Nine days after workers launched rotating picket lines in time for the Toronto International Film Festival (TIFF), both sides issued statements accusing each other of delaying negotiations.
“We continue to be treated like second-class citizens by the Hyatt owners,” hotel room attendant Althea Porter-Harvey said in a Unite Here statement. “We deserve better than that,” she stated. “We’re joining the street party today.”
The union claims Toronto hotel owners cite recession issues for seeking to boost work hours without pay hikes, but insisted Canadian and U.S. guest bookings are “rebounding.”
Hyatt Regency general manager Bruce Flyer said his hotel, which remains open to guests as a TIFF centre, has sought to settle with the union since January.

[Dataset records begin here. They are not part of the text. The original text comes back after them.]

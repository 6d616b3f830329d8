import { SCAN_FILE_LIMIT, tooLargeSentence } from "#app/lib/scan-file.ts";
import { scanImportSchema, type PairAnswer } from "#app/schemas/scan-import.ts";
import { scopeOf } from "#app/server/contexts.server.ts";
import { parseForm } from "#app/server/parse-form.server.ts";
import { problem } from "#app/server/problem.server.ts";
import { readUpload } from "#app/server/upload.server.ts";
import { importPair } from "#app/services/scan-import.server.ts";
import { scanPrograms } from "#app/services/scans.server.ts";
import type { Route } from "./+types/import-pair";

/** What a page may send here is sent by the import screen; there is nothing to look at. */
export function loader({ context }: Route.LoaderArgs): never {
  scanPrograms(scopeOf(context), "upload scans");
  throw problem(404, "Nothing is shown here. Import files from the page of the scans.");
}

const WHICH = ["before", "after"] as const;
/** Fields that each pair has of its own; a fault there is no fault of what the batch shares. */
const OF_PAIR = /^(?:label|profileBefore|profileAfter)\b/;
const answer = (said: PairAnswer) => Response.json(said, { status: said.outcome === "stored" ? 201 : 200 });

/** Takes one pair of an import and says what came of it; a refusal is an answer like any other, for its line in the list. */
export async function action({ request, context }: Route.ActionArgs) {
  const scope = scopeOf(context);
  scanPrograms(scope, "upload scans");
  const { files, tooLarge, formData } = await readUpload(request, WHICH, SCAN_FILE_LIMIT);
  for (const which of WHICH) {
    const large = tooLarge[which];
    if (large) return answer({ outcome: "refused", which, reason: tooLargeSentence(large.name, large.size) });
  }
  const submission = parseForm(formData, scanImportSchema);
  if (submission.status !== "success") {
    const errors = errorsOf(submission.reply().error ?? {});
    const [own] = Object.entries(errors).flatMap(([field, said]) => (OF_PAIR.test(field) ? said : []));
    return answer(own === undefined ? { outcome: "fields", errors } : { outcome: "refused", which: null, reason: own });
  }
  const { before, after } = files;
  if (!before || !after)
    return answer({ outcome: "refused", which: null, reason: "A pair is a file before the film and one after it." });
  const { profileBefore, profileAfter, ...values } = submission.value;
  const said = await importPair(scope, values, { before, after }, { before: profileBefore, after: profileAfter });
  if (said.outcome !== "refused") return answer(said);
  const { field, reason } = said;
  if (field === "film") return answer({ outcome: "fields", errors: { film: [reason] } });
  return answer({ outcome: "refused", which: field === "" ? null : field, reason });
}

const errorsOf = (errors: Record<string, string[] | null>) =>
  Object.fromEntries(Object.entries(errors).flatMap(([field, said]) => (said ? [[field, said]] : [])));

“During this period, we have honoured the terms of our expired agreement,” Flyer said in an e-mail, adding Hyatt wants a deal “appropriate for these economic times that is fair to all parties.”
Flyer claimed the union delayed talks more than six months and chose “to demonstrate and strike rather than continue our work towards finding solutions.”
Hotel negotiators agreed to meet again Sept. 23, “but have not received final confirmation from union leadership,” he said.
Unite Here staged its first pre-festival walkout Sept. 3 at the Hyatt on King St. W., followed by a return there last Friday, during a day-long strike outside the Fairmont Royal York Hotel. Workers picketed the Holiday Inn on Bloor St. on Saturday and two hours Sunday at the Hyatt Regency.
Since its first walkout 10 days ago, the union claimed Hyatt “made no move to address any of the hotel worker concerns.”